Observé con una auténtica sonrisa cómo se llevaba un poco a la boca y en cómo disfrutaba saboreándolo. Después aquellas imágenes se distorsionaron un poco al recordar aquel vestido que llevaba y que dejaba más que claro que no llevaba nada debajo, al menos sujetador.
-Podría vivir alimentándome de esto toda mi vida –me confesó, dándole un sorbo a su copa de vino.
Me incliné hacia ella sobre la mesa, incapaz de dejar de sonreír.
-¿Aceptas entonces caer rendida a mis pies después de haberlo probado? –le pregunté.
Mi intención era que comenzáramos a flirtear de nuevo. Era la única forma que tenía de mantener la situación más o menos controlada por encontrarme en un elemento que sabía cómo funcionaba y porque no sabía hacerlo de otra forma; aquella era mi primera cita formal con una chica que me interesaba de verdad. En otra ocasión, y siendo otra persona, me habría acercado a ella, habría coqueteado un poco y habría conseguido metérmela en los pantalones.
Pero con Genevieve no quería hacer las cosas así. Le había prometido que cambiaría y eso mismo era lo que estaba intentando.
Genevieve se metió otro bocado en la boca y me observó en silencio mientras masticaba. Esperaba que mi pregunta no la hubiera incomodado; era cierto que le había prometido que, de salir las cosas mal en aquel fin de semana que acababa de comenzar, la llevaría de regreso donde ella quisiera. Confiaba en no tener que cumplirla y que las cosas salieran bien
-Veamos cómo trascurre la cena y ya veremos –contestó, zalamera.
No sabía cómo tomarme sus últimas palabras, pero opté por preguntarle por su infancia. Me vino a la mente el vídeo que me había mostrado mi madre de cuando Ken y yo éramos niños y salíamos haciendo una guerra de arena junto a las hermanas Clermont; Genevieve no parecía recordarlo y yo no quise sacar el tema por el hecho de que su hermana mayor, Hannah, había muerto varios años más tarde.

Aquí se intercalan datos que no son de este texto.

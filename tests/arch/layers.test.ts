import { describe, expect, it } from "vitest";
import { importedPath, roomOf, sourceFiles } from "./source-files.ts";

/**
 * Who may import whom. Data walks through the rooms in this order; an import against it would let a screen change a
 * pressure, so move what both need into the lower room instead.
 */
const MAY_IMPORT: Readonly<Record<string, readonly string[]>> = {
  base: [],
  units: ["base"],
  "gsw-ts-port": [],
  water: ["base", "gsw-ts-port"],
  cast: ["base", "units", "water", "gsw-ts-port"],
  quality: ["base", "cast", "water"],
  column: ["base", "cast", "water", "gsw-ts-port"],
  design: ["base", "column", "water"],
  survey: ["base", "units", "gsw-ts-port", "water", "cast", "quality", "column", "design"],
  "charts/layout": ["base", "units", "survey"],
  "charts/draw": ["base", "charts/layout"],
  export: ["base", "survey", "units", "charts/layout"],
  worker: ["base", "survey", "cast"],
  app: ["base", "units", "cast", "survey", "charts/layout", "charts/draw", "export", "worker"],
  cli: ["base", "survey", "cast", "export"],
  "index.ts": ["base", "units", "gsw-ts-port", "water", "cast", "column", "survey", "export"],
};

/** Rooms that must run anywhere: no page, no Node, no clock, no chance. */
const PURE_ROOMS = ["base", "units", "gsw-ts-port", "water", "cast", "quality", "column", "design", "survey"];

/** Packages a room may use; what is not named here is the business of one room only. */
const PACKAGES: Readonly<Record<string, RegExp>> = {
  cast: /^(papaparse|simple-statistics|fflate|h5wasm|netcdfjs|read-excel-file\/universal)$/,
  quality: /^simple-statistics$/,
  "charts/layout": /^d3-(array|scale|shape)$/,
  "charts/draw": /^d3-(selection|scale|shape|array)$/,
  worker: /^comlink$/,
  app: /^(preact|preact\/hooks|@preact\/signals|comlink|d3-array)$/,
  cli: /^(node:.*|papaparse)$/,
};

const imports = sourceFiles.flatMap((file) =>
  file.specifiers.map((specifier) => ({ file, specifier, target: importedPath(file, specifier) })),
);

describe("the house", () => {
  it("has files to check, in rooms that are known", () => {
    expect(sourceFiles.length).toBeGreaterThan(50);
    const unknown = sourceFiles.map((file) => roomOf(file.path)).filter((room) => !(room in MAY_IMPORT));
    expect(unknown).toEqual([]);
  });

  it("imports only downward, from the rooms each room may know", () => {
    const offending = imports
      .filter(({ target }) => target !== null && /\.(tsx?|js)$/.test(target))
      .filter(({ file, target }) => {
        const from = roomOf(file.path);
        const to = roomOf(target!);
        return from !== to && !MAY_IMPORT[from]!.includes(to);
      })
      .map(({ file, target }) => `${file.path} -> ${target}`);
    expect(offending).toEqual([]);
  });

  it("goes into another room through its index.ts", () => {
    const offending = imports
      .filter(({ file, target }) => target !== null && /\.tsx?$/.test(target) && roomOf(file.path) !== roomOf(target))
      .filter(({ target }) => !target!.endsWith("/index.ts"))
      .map(({ file, target }) => `${file.path} -> ${target}`);
    expect(offending).toEqual([]);
  });

  it("has no cycles", () => {
    const next = new Map(
      sourceFiles.map((file) => [file.path, file.specifiers.map((specifier) => importedPath(file, specifier))]),
    );
    const finished = new Set<string>();
    const cycles: string[] = [];
    const walk = (path: string, trail: readonly string[]): void => {
      if (trail.includes(path)) cycles.push([...trail.slice(trail.indexOf(path)), path].join(" -> "));
      else if (!finished.has(path)) {
        for (const target of next.get(path) ?? [])
          if (target !== null && next.has(target)) walk(target, [...trail, path]);
        finished.add(path);
      }
    };
    for (const file of sourceFiles) walk(file.path, []);
    expect(cycles).toEqual([]);
  });

  it("uses a package only where its job is done", () => {
    const offending = imports
      .filter(({ file, specifier, target }) => target === null && !PACKAGES[roomOf(file.path)]?.test(specifier))
      .map(({ file, specifier }) => `${file.path} -> ${specifier}`);
    expect(offending).toEqual([]);
  });

  it("keeps page, Node, clock and chance out of the physics", () => {
    const forbidden =
      /\b(document|window|navigator|localStorage|process|globalThis|console|Date\.now|new Date\(\)|Math\.random|performance)\b/;
    const offending = sourceFiles
      .filter((file) => PURE_ROOMS.includes(roomOf(file.path)))
      .flatMap((file) =>
        withoutComments(file.text)
          .split("\n")
          .map((line, i) => ({ at: `${file.path}:${i + 1}`, line })),
      )
      .filter(({ line }) => forbidden.test(line.replace(/"[^"]*"|`[^`]*`/g, "")))
      .map(({ at, line }) => `${at}: ${line.trim()}`);
    expect(offending).toEqual([]);
  });
});

/** Keeps the line numbers. */
const withoutComments = (text: string): string =>
  text.replace(/\/\*[\s\S]*?\*\//g, (comment) => comment.replace(/[^\n]/g, "")).replace(/\/\/.*$/gm, "");
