import ts from "typescript";
import { expect, it } from "vitest";
import { roomOf, sourceFiles } from "./source-files.ts";

/** Unit and datum stand in the name, because a name is still there after arithmetic, in a debugger and in a file. */
const SUFFIX =
  /(M|Km|Pa|KPa|Dbar|C|K|GKg|KgM3|Ms2|PerS2|Deg|Rad|S|Ms|MsCm|Frac|Count|Index|Px|Factor|Ratio|KPaPerM|JM3)$/;

/** Dimensionless by definition, counts by custom, or numbers whose scale is said by a field beside them. */
const EXEMPT = new Set([
  "n",
  "i",
  "k",
  "practicalSalinity",
  "salinity",
  "unmeasuredPracticalSalinity",
  "line",
  "flag",
  "along",
  "values",
]);

/** The rooms where a number is a physical quantity. gsw-ts-port uses the standard's own symbols instead. */
const CHECKED_ROOMS = ["water", "cast", "quality", "column", "design", "survey"];

/** Parsing deals in texts, places in them and numbers that do not have a unit yet. */
const UNCHECKED_FOLDERS = /^cast\/(read|formats)\//;

const isNumeric = (type: ts.TypeNode | undefined, file: ts.SourceFile): boolean =>
  type !== undefined && /^(number|Float64Array)( \| null)?$/.test(type.getText(file));

it("names every number in a field or parameter of the physics with its unit and datum", () => {
  const offending: string[] = [];
  for (const { path, text } of sourceFiles) {
    if (!CHECKED_ROOMS.includes(roomOf(path)) || UNCHECKED_FOLDERS.test(path)) continue;
    const file = ts.createSourceFile(path, text, ts.ScriptTarget.ES2022, true);
    const visit = (node: ts.Node): void => {
      if ((ts.isParameter(node) || ts.isPropertySignature(node)) && isNumeric(node.type, file)) {
        const name = node.name.getText(file).replaceAll('"', "");
        if (!SUFFIX.test(name) && !EXEMPT.has(name)) {
          const { line } = file.getLineAndCharacterOfPosition(node.getStart());
          offending.push(`${path}:${line + 1}: ${name}`);
        }
      }
      ts.forEachChild(node, visit);
    };
    visit(file);
  }
  expect(offending).toEqual([]);
});
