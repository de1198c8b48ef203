import { readFileSync } from "node:fs";
import { describe, expect, it } from "vitest";
import { type AnyFileReading, readFile } from "../../src/cast/index.ts";

const bytesOf = (name: string): Uint8Array => new Uint8Array(readFileSync(new URL(name, import.meta.url)));

async function reading(name: string, sheet?: string): Promise<AnyFileReading> {
  const outcome = await readFile(name, bytesOf(name), sheet === undefined ? {} : { sheet });
  if (!outcome.ok) throw new Error(outcome.issues.map((issue) => issue.message).join("\n"));
  return outcome.value;
}

/** As make_formats.py wrote them. */
const TEMP_C = [18.25, 18.125, 17.5, 14.75, 12.0625];
const PRACTICAL_SALINITY = [2.5, 3.25, 10, 24.5, 30.125];

describe("netCDF with CF conventions", () => {
  it("reads one profile in the classic format, its place and time from scalars", async () => {
    const { encoding, casts, questions, issues } = await reading("single-profile-classic.nc");
    expect(issues).toEqual([]);
    expect(encoding).toBe("netCDF classic");
    expect(questions).toEqual([]);
    const [cast] = casts;
    expect(cast).toMatchObject({ latitudeDeg: 51.5, longitudeDeg: -29.25, time: "2026-05-17T12:00:00" });
    expect([...cast!.samples.depthM!]).toEqual([0.5, 1, 2, 4, 8]);
    expect([...cast!.samples.inSituTempC]).toEqual(TEMP_C);
    expect([...cast!.samples.practicalSalinity!]).toEqual(PRACTICAL_SALINITY);
  });

  it("reads a grid of profiles of unequal length in netCDF-4, packed values, names in characters", async () => {
    const { encoding, casts } = await reading("profile-grid-netcdf4.nc");
    expect(encoding).toBe("netCDF-4");
    expect(casts.map(({ samples }) => samples.n)).toEqual([5, 5, 3]);
    expect(casts.map(({ name }) => name[0])).toEqual(["A", "B", "C"]);
    expect(casts.map(({ time }) => time)).toEqual([
      "2023-11-14T22:13:20",
      "2023-11-14T23:13:20",
      "2023-11-15T00:13:20",
    ]);
    expect([...casts[1]!.samples.inSituTempC]).toEqual(TEMP_C.map((t) => t + 0.5));
    expect([...casts[2]!.samples.seaPressureDbar!]).toEqual([0.5, 1, 2]);
    expect([...casts[0]!.samples.conductivityMsCm!]).toEqual([4, 5, 15, 32, 38]);
  });

  it("reads a contiguous ragged array in the 64-bit offset format, kelvin to degC", async () => {
    const { casts } = await reading("ragged-profiles-64bit.nc");
    expect(casts.map(({ name, latitudeDeg, time, samples }) => [name, latitudeDeg, time, samples.n])).toEqual([
      ["Cast 11", 51, "2026-05-17T06:00:00", 4],
      ["Cast 12", 52, "2026-05-17T07:30:00", 3],
    ]);
    casts[1]!.samples.inSituTempC.forEach((t, i) => {
      expect(t).toBeCloseTo([16, 15, 14][i]!, 12);
    });
  });

  it("reads an indexed ragged array, compressed", async () => {
    const { casts } = await reading("indexed-profiles-netcdf4.nc");
    expect(casts.map(({ longitudeDeg, samples }) => [longitudeDeg, [...samples.inSituTempC]])).toEqual([
      [-29, [10, 10.5, 11]],
      [-29.1, [9, 9.5, 10]],
    ]);
  });
});

describe("workbooks", () => {
  it("takes the first sheet that holds casts and offers all", async () => {
    const { sheet, sheets, casts, headerLineIndex } = await reading("two-sheets.xlsx");
    expect(sheets).toEqual(["About", "May", "June"]);
    expect(sheet).toBe("May");
    expect(headerLineIndex).toBe(3);
    expect(casts.map(({ station, time, samples }) => [station, time, samples.n])).toEqual([
      ["Quay", "2026-05-17T09:30:00", 5],
      ["Mouth", "2026-05-17T09:30:00", 5],
    ]);
    expect([...casts[0]!.samples.inSituTempC]).toEqual(TEMP_C);
  });

  it("reads the sheet asked for, with its row of units", async () => {
    const { casts } = await reading("two-sheets.xlsx", "June");
    expect([...casts[0]!.samples.inSituTempC].map((t) => t.toFixed(6))).toEqual([
      "20.000000",
      "18.000000",
      "15.000000",
    ]);
    expect(casts[0]!.samples.depthM![0]).toBeCloseTo(0.9144, 12);
  });

  it("says which sheets there are when asked for another", async () => {
    const outcome = await readFile("a.xlsx", bytesOf("two-sheets.xlsx"), { sheet: "July" });
    expect(outcome.issues[0]!.message).toBe("no sheet July; there are About, May, June");
  });
});

describe("damaged and hostile files", () => {
  it.each(["two-sheets.xlsx", "single-profile-classic.nc", "profile-grid-netcdf4.nc"])(
    "%s cut short is refused with a reason",
    async (name) => {
      const bytes = bytesOf(name);
      const outcome = await readFile(name, bytes.slice(0, Math.floor(bytes.length / 3)));
      expect(outcome.ok).toBe(false);
      expect(outcome.issues[0]!.message.length).toBeGreaterThan(20);
    },
  );

  it("a netCDF header that promises more than the file holds is not believed", async () => {
    const bytes = bytesOf("single-profile-classic.nc");
    // The length of dimension z, 5, stands behind its name in the header.
    const view = new DataView(bytes.buffer);
    const at = Array.from({ length: 64 }, (_, i) => i * 4).find((i) => view.getInt32(i) === 0x7a00_0000)!;
    view.setInt32(at + 4, 0x7fff_fff0);
    const outcome = await readFile("lying.nc", bytes);
    expect(outcome.ok).toBe(false);
    expect(outcome.issues[0]!.code).toBe("broken-file");
  });

  it("a workbook that would unpack beyond 256 MB is refused before it is", async () => {
    const { zipSync } = await import("fflate");
    const bomb = zipSync({ "xl/worksheets/sheet1.xml": new Uint8Array(257 * 2 ** 20) }, { level: 9 });
    expect(bomb.length).toBeLessThan(2 ** 20);
    const outcome = await readFile("bomb.xlsx", bomb);
    expect(outcome.issues[0]!.code).toBe("unpacks-too-large");
  });

  it("a workbook that lies about what it unpacks to is refused", async () => {
    const { zipSync } = await import("fflate");
    const bomb = zipSync({ "xl/worksheets/sheet1.xml": new Uint8Array(20 * 2 ** 20) }, { level: 9 });
    const view = new DataView(bomb.buffer, bomb.byteOffset, bomb.byteLength);
    for (let i = 0; i + 4 <= bomb.length; i++)
      if (view.getUint32(i, true) === 20 * 2 ** 20) view.setUint32(i, 1000, true);
    const outcome = await readFile("lying.xlsx", bomb);
    expect(outcome.ok).toBe(false);
  });

  it("text goes the way of text", async () => {
    const outcome = await readFile("a.csv", new TextEncoder().encode("depth_m,temperature_degC\n1,10\n2,9\n"));
    expect(outcome.ok && outcome.value.sheets).toEqual([]);
  });
});
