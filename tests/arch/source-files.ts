import { readdirSync, readFileSync } from "node:fs";
import { dirname, join, relative, resolve, sep } from "node:path";
import { fileURLToPath } from "node:url";
import ts from "typescript";

const SOURCE_ROOT = fileURLToPath(new URL("../../src", import.meta.url));

export interface SourceFile {
  /** Path below src, with forward slashes. */
  readonly path: string;
  readonly text: string;
  /** As written in its import and export declarations. */
  readonly specifiers: readonly string[];
}

/** Every TypeScript file of the product. */
export const sourceFiles: readonly SourceFile[] = readdirSync(SOURCE_ROOT, { recursive: true, encoding: "utf8" })
  .filter((path) => /\.tsx?$/.test(path) && !path.endsWith(".d.ts"))
  .map((path) => {
    const text = readFileSync(join(SOURCE_ROOT, path), "utf8");
    const specifiers = ts.preProcessFile(text).importedFiles.map((file) => file.fileName);
    return { path: path.split(sep).join("/"), text, specifiers };
  });

/** The rooms of the house: a folder below src, with the two rooms of charts apart; "index.ts" for the library's face. */
export function roomOf(path: string): string {
  const [first = "", second = ""] = path.split("/");
  return first === "charts" ? `charts/${second}` : first;
}

/** Path below src of an imported file; null for a package. */
export function importedPath(from: SourceFile, specifier: string): string | null {
  if (!specifier.startsWith(".")) return null;
  const path = relative(SOURCE_ROOT, resolve(SOURCE_ROOT, dirname(from.path), specifier.replace(/\?.*$/, "")));
  return path.split(sep).join("/");
}
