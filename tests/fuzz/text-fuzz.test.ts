import { fileURLToPath } from "node:url";
import { describe, expect, test } from "vitest";
import { corpusIn, fuzzText, inputOf } from "./text-fuzz.ts";

const corpus = corpusIn(fileURLToPath(new URL("../corpus/files/", import.meta.url)));

describe("damaged text files", () => {
  test("two thousand of them: no throw, no silence, none over two seconds, no broken cast", () => {
    expect(fuzzText(corpus, 1, 2000)).toEqual([]);
  });

  test("a seed makes the same bytes again", () => {
    expect(inputOf(7, corpus)).toEqual(inputOf(7, corpus));
    expect(inputOf(7, corpus)).not.toEqual(inputOf(8, corpus));
  });
});
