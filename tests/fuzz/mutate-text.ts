/** Seeded damage to text files: the same seed makes the same bytes. */

export type Random = () => number;

/** Numbers in [0, 1) from a 32-bit seed (mulberry32, from memory); enough to choose damage with. */
export function randomOf(seed: number): Random {
  let state = seed >>> 0;
  return () => {
    state = (state + 0x6d2b79f5) >>> 0;
    let mixed = Math.imul(state ^ (state >>> 15), state | 1);
    mixed ^= mixed + Math.imul(mixed ^ (mixed >>> 7), mixed | 61);
    return ((mixed ^ (mixed >>> 14)) >>> 0) / 2 ** 32;
  };
}

export const below = (random: Random, n: number): number => Math.floor(random() * n);

export const pick = <T>(random: Random, items: readonly T[]): T => items[below(random, items.length)]!;

const bytesOf = (text: string): Uint8Array => new TextEncoder().encode(text);

function joined(...parts: readonly Uint8Array[]): Uint8Array {
  const whole = new Uint8Array(parts.reduce((sum, part) => sum + part.length, 0));
  let at = 0;
  for (const part of parts) {
    whole.set(part, at);
    at += part.length;
  }
  return whole;
}

/** Some bytes in place of others, at any place. */
function spliced(random: Random, bytes: Uint8Array, removedCount: number, added: Uint8Array): Uint8Array {
  const at = below(random, bytes.length + 1);
  return joined(bytes.subarray(0, at), added, bytes.subarray(at + removedCount));
}

/** Texts that have a meaning somewhere in a table. */
const TELLING = [
  ",",
  ";",
  "\t",
  "|",
  "  ",
  "\n",
  "\r",
  "\r\n",
  '"',
  '""',
  "#",
  "%",
  "//",
  "-",
  ".",
  "=",
  "\0",
  "\ufeff",
  "\u2212",
  "°",
  "1e999",
  "-1e999",
  "1e-400",
  "-0",
  "-999",
  "-9.99e-29",
  "1e35",
  "999999999999999999999",
  "0x10",
  "NaN",
  "Infinity",
  "1,234",
  "1.234,5",
  "1'234",
  "12:61",
  "2026-02-30",
  "31/31/31",
  "13/13/2026",
  "43843.5",
  "20260704134600",
  "38 02.5 N",
  "Depth (m)",
  "Depth (ft)",
  "Pressure (psia)",
  "Temp",
  "Temperature (K)",
  "Sal",
  "Cond",
  "EC",
  "TDS (mg/L)",
  "Elevation",
  "Date",
  "Time",
  "Station",
  "Lat",
  "Lon (W)",
  "Year",
  "Month",
  "Day",
  "flag",
  "Temp_qc",
  "CTD,x",
  "BOTTLE,x",
  "NUMBER_HEADERS = 99999999",
  "END_DATA",
  "__proto__",
  "constructor",
  "toString",
].map(bytesOf);

const HUGE = 60_000;
const MANY = 3000;

type Damage = (random: Random, bytes: Uint8Array, other: Uint8Array) => Uint8Array;

const DAMAGE: readonly Damage[] = [
  // Bytes flipped.
  (random, bytes) => {
    const copy = bytes.slice();
    for (let n = 1 + below(random, 12); n > 0 && copy.length > 0; n--)
      copy[below(random, copy.length)]! ^= 1 << below(random, 8);
    return copy;
  },
  (random, bytes) => {
    const copy = bytes.slice();
    for (let n = 1 + below(random, 6); n > 0 && copy.length > 0; n--)
      copy[below(random, copy.length)] = below(random, 256);
    return copy;
  },
  // Cut short, a piece taken out, a piece twice.
  (random, bytes) => bytes.slice(0, below(random, bytes.length + 1)),
  (random, bytes) => spliced(random, bytes, below(random, 80), new Uint8Array()),
  (random, bytes) => {
    const at = below(random, bytes.length + 1);
    return spliced(random, bytes, 0, bytes.subarray(at, at + below(random, 200)));
  },
  // Joined with another file, or a piece of it within.
  (_, bytes, other) => joined(bytes, other),
  (random, bytes, other) => {
    const at = below(random, other.length + 1);
    return spliced(random, bytes, 0, other.subarray(at, at + below(random, 300)));
  },
  // A text with a meaning, here and there.
  (random, bytes) => {
    let damaged = bytes;
    for (let n = 1 + below(random, 4); n > 0; n--)
      damaged = spliced(random, damaged, below(random, 6), pick(random, TELLING));
    return damaged;
  },
];

/** Slower to read, so not so often: huge fields, deep quotes, runs of NULs, very many lines or cells. */
const LARGE_DAMAGE: readonly Damage[] = [
  (random, bytes) =>
    spliced(random, bytes, 0, bytesOf(pick(random, ["x", "9", ".", " ", "-", "e", "1 ", "a-", "(", "°"]).repeat(HUGE))),
  (random, bytes) =>
    spliced(random, bytes, 0, bytesOf(pick(random, ['"', '""', '",', '"\n', '\\"', "([{"]).repeat(MANY))),
  (random, bytes) => spliced(random, bytes, 0, new Uint8Array(1 + below(random, MANY))),
  (random, bytes) =>
    spliced(
      random,
      bytes,
      0,
      bytesOf(pick(random, [",", ";", "\t", " ", "\n", "\r", ",\n", "1,2,3\n", "#\n"]).repeat(MANY)),
    ),
];

const LARGE_SHARE = 0.03;

/** A file out of the corpus, damaged once or several times. */
export function damaged(random: Random, corpus: readonly Uint8Array[]): Uint8Array {
  let bytes = pick(random, corpus);
  for (let n = 1 + below(random, 4); n > 0; n--) {
    const kinds = random() < LARGE_SHARE ? LARGE_DAMAGE : DAMAGE;
    bytes = pick(random, kinds)(random, bytes, pick(random, corpus));
  }
  return bytes;
}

El peso de la cajita pareció duplicarse conforme pasaban los segundos y los temas de conversación se nos acababan. Íbamos por el tercer plato y estábamos hablando sobre cuáles eran nuestros gustos musicales favoritos cuando decidí lanzarme de cabeza.
-El domingo fue tu cumpleaños –dije, fingiendo que lo recordaba de golpe.
Ella asintió, pero no parecía muy ilusionada con el tema.
-Fue un día muy importante para mí –comenzó y miró inconscientemente su mano. Al menos había tenido el detalle de quitarse el anillo-. Pero también fue muy duro.
Enarqué ambas cejas con curiosidad.
-¿Y eso por qué? -¿recordáis el dicho de «La curiosidad mató al gato»? Bien, pues a mí debían darme de hostias por ello. No pude contenerme a preguntar.
Genevieve bajó la mirada.
-Mi hermana mayor murió cuando tenía diecisiete años –me confesó en un susurro, como si le costara hablar de ello en voz alta. O conmigo.
Vale, eso no me lo había esperado en absoluto. Palpé el bolsillo donde guardaba a buen recaudo aquella dichosa cajita y me animé a mí mismo a continuar; Genevieve parecía haberse sumido en sus propias reflexiones y, tal y como me había prometido yo mismo, la quería entre mis brazos antes del postre.
Traducido: aquel era el momento perfecto.
Saqué a duras penas la cajita borgoña y la deslicé con suavidad por la mesa hasta que se detuvo al lado del codo de Genevieve; ella levantó la mirada un segundo para mirarme a mí y, después clavarla en aquel maldito cuadrado de terciopelo.
-¿Qué es esto? –inquirió.
-Mi regalo de cumpleaños atrasado y mi promesa de compromiso –le informé y vi cómo su rostro mudaba a un gesto de desconcierto e incredulidad-. Vamos, ábrelo –la animé.